====== GIVEN RECORDS ======

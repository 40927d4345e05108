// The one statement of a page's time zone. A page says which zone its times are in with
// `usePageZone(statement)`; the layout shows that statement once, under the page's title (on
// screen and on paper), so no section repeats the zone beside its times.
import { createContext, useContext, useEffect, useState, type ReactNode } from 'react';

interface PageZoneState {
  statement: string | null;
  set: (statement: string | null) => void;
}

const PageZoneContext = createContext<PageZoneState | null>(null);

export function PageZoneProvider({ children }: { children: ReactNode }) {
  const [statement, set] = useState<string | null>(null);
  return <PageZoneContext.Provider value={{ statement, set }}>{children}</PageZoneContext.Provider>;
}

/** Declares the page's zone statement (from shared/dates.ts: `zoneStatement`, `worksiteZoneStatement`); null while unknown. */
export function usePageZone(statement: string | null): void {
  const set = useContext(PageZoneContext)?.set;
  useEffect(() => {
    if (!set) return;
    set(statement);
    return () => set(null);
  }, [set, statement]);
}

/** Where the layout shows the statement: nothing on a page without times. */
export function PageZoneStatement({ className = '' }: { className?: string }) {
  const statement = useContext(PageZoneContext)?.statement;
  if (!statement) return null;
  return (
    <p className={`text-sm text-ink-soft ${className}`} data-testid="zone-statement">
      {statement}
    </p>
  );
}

======

Your task is to copy every record exactly.

SOLUTION FOR THIS PROBLEM -
repository 40927d4345e05108
// The one statement of a page's time zone. A page says which zone its times are in with
// `usePageZone(statement)`; the layout shows that statement once, under the page's title (on
// screen and on paper), so no section repeats the zone beside its times.
import { createContext, useContext, useEffect, useState, type ReactNode } from 'react';

interface PageZoneState {
  statement: string | null;
  set: (statement: string | null) => void;
}

const PageZoneContext = createContext<PageZoneState | null>(null);

export function PageZoneProvider({ children }: { children: ReactNode }) {
  const [statement, set] = useState<string | null>(null);
  return <PageZoneContext.Provider value={{ statement, set }}>{children}</PageZoneContext.Provider>;
}

/** Declares the page's zone statement (from shared/dates.ts: `zoneStatement`, `worksiteZoneStatement`); null while unknown. */
export function usePageZone(statement: string | null): void {
  const set = useContext(PageZoneContext)?.set;
  useEffect(() => {
    if (!set) return;
    set(statement);
    return () => set(null);
  }, [set, statement]);
}

/** Where the layout shows the statement: nothing on a page without times. */
export function PageZoneStatement({ className = '' }: { className?: string }) {
  const statement = useContext(PageZoneContext)?.statement;
  if (!statement) return null;
  return (
    <p className={`text-sm text-ink-soft ${className}`} data-testid="zone-statement">
      {statement}
    </p>
  );
}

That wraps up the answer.